## [REQUIRED ACTION]
Restate the data that follows exactly as it stands, beginning with the first line and ending with the line that contains "for (const h".

## [GIVEN DATA]
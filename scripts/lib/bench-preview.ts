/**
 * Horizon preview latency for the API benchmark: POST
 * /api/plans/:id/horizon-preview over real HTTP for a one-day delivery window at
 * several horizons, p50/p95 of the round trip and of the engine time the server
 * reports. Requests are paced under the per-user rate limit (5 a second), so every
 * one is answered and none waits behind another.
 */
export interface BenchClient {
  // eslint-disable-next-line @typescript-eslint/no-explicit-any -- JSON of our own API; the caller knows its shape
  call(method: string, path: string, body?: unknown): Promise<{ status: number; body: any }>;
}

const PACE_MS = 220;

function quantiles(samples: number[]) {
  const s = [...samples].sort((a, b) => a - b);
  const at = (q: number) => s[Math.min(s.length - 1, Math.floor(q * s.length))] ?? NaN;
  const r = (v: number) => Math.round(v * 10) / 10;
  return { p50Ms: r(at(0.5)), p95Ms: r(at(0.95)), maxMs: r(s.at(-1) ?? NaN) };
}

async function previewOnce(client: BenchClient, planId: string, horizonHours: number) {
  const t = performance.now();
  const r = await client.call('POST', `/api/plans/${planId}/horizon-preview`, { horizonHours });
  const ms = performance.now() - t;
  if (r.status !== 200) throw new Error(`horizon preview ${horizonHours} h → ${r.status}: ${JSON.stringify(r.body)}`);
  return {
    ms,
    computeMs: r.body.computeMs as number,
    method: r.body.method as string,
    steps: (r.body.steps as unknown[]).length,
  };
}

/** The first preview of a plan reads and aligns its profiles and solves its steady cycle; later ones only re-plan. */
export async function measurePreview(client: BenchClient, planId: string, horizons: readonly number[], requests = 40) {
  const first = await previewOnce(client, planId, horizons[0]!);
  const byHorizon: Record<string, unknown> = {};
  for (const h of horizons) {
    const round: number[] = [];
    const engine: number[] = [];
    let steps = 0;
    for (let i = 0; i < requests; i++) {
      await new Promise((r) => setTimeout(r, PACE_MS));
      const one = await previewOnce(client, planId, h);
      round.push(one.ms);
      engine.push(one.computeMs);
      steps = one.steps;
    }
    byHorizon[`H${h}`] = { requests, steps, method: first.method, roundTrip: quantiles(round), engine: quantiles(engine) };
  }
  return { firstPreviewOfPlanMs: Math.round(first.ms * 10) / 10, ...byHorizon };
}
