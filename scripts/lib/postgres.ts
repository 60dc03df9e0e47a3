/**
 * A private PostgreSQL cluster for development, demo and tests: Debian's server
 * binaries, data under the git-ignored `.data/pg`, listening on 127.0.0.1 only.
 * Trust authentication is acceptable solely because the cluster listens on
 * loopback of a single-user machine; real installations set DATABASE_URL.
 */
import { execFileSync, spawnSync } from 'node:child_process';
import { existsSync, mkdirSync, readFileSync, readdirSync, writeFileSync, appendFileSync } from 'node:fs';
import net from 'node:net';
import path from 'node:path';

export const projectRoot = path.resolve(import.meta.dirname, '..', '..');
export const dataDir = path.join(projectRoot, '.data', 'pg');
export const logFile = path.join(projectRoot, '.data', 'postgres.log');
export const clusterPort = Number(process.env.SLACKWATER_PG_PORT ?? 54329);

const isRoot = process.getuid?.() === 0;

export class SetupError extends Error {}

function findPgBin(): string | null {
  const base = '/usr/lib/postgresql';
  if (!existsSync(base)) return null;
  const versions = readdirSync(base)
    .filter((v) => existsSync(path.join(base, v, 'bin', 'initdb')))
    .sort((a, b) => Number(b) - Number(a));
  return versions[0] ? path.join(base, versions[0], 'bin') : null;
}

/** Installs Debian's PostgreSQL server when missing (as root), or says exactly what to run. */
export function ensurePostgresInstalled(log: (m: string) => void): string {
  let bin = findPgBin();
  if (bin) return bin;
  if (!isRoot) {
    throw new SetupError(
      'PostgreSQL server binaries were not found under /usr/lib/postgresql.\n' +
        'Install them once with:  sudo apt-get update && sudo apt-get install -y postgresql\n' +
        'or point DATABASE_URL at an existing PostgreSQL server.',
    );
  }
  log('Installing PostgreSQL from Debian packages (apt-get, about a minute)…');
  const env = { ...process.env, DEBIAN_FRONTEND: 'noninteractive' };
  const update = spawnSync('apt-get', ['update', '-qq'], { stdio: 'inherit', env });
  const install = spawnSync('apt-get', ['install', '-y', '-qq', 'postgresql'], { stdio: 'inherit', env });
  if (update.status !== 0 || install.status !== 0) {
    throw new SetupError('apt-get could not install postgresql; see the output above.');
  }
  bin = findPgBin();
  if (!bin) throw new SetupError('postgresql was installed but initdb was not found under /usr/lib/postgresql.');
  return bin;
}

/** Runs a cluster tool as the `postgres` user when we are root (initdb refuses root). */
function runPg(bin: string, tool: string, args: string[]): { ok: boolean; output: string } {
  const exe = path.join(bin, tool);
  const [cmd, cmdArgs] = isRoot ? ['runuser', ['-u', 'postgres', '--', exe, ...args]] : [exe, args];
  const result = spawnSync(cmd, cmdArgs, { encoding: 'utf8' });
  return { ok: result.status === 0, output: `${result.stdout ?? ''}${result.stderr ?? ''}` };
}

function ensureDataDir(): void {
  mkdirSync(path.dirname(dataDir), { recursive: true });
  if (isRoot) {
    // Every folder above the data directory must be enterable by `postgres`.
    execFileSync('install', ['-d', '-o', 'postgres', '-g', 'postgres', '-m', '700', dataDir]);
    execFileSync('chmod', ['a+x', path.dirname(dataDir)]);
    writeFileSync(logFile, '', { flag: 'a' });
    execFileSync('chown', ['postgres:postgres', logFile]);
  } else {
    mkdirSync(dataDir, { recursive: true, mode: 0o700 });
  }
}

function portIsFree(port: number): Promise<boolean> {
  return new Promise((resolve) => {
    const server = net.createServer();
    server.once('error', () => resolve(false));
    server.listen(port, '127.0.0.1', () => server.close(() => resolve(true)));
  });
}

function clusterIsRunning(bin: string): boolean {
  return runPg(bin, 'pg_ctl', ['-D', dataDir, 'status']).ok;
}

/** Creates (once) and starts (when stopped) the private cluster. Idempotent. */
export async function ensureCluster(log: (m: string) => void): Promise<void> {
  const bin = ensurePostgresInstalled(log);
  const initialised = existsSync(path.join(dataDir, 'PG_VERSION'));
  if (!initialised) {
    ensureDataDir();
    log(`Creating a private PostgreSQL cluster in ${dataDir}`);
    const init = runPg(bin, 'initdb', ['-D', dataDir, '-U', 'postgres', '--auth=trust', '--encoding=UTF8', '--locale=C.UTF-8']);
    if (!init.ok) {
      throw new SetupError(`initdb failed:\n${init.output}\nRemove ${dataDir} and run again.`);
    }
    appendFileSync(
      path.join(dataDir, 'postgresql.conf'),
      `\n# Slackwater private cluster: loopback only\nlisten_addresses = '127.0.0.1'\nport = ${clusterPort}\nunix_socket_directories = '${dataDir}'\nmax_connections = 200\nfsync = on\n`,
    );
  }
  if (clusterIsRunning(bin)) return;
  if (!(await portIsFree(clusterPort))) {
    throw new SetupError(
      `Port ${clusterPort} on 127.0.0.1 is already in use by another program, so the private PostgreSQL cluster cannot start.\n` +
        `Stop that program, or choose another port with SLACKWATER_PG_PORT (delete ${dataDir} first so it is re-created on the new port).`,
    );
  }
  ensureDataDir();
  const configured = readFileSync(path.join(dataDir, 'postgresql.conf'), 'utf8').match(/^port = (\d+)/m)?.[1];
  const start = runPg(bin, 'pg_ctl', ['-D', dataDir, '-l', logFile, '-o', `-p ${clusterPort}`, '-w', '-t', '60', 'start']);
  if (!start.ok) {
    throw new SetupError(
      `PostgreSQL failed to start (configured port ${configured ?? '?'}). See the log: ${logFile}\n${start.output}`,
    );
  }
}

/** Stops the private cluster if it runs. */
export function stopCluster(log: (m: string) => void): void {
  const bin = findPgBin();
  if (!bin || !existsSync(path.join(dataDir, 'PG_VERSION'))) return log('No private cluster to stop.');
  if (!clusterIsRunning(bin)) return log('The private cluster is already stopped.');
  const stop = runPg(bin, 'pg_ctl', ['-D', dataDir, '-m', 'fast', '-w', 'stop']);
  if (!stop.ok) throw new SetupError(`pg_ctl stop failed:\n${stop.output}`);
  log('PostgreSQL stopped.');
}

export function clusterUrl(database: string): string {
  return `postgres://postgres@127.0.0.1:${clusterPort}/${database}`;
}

## [ANSWER FOR THE TASK]
filename scripts/lib/bench-preview.ts
/**
 * Horizon preview latency for the API benchmark: POST
 * /api/plans/:id/horizon-preview over real HTTP for a one-day delivery window at
 * several horizons, p50/p95 of the round trip and of the engine time the server
 * reports. Requests are paced under the per-user rate limit (5 a second), so every
 * one is answered and none waits behind another.
 */
export interface BenchClient {
  // eslint-disable-next-line @typescript-eslint/no-explicit-any -- JSON of our own API; the caller knows its shape
  call(method: string, path: string, body?: unknown): Promise<{ status: number; body: any }>;
}

const PACE_MS = 220;

function quantiles(samples: number[]) {
  const s = [...samples].sort((a, b) => a - b);
  const at = (q: number) => s[Math.min(s.length - 1, Math.floor(q * s.length))] ?? NaN;
  const r = (v: number) => Math.round(v * 10) / 10;
  return { p50Ms: r(at(0.5)), p95Ms: r(at(0.95)), maxMs: r(s.at(-1) ?? NaN) };
}

async function previewOnce(client: BenchClient, planId: string, horizonHours: number) {
  const t = performance.now();
  const r = await client.call('POST', `/api/plans/${planId}/horizon-preview`, { horizonHours });
  const ms = performance.now() - t;
  if (r.status !== 200) throw new Error(`horizon preview ${horizonHours} h → ${r.status}: ${JSON.stringify(r.body)}`);
  return {
    ms,
    computeMs: r.body.computeMs as number,
    method: r.body.method as string,
    steps: (r.body.steps as unknown[]).length,
  };
}

/** The first preview of a plan reads and aligns its profiles and solves its steady cycle; later ones only re-plan. */
export async function measurePreview(client: BenchClient, planId: string, horizons: readonly number[], requests = 40) {
  const first = await previewOnce(client, planId, horizons[0]!);
  const byHorizon: Record<string, unknown> = {};
  for (const h of horizons) {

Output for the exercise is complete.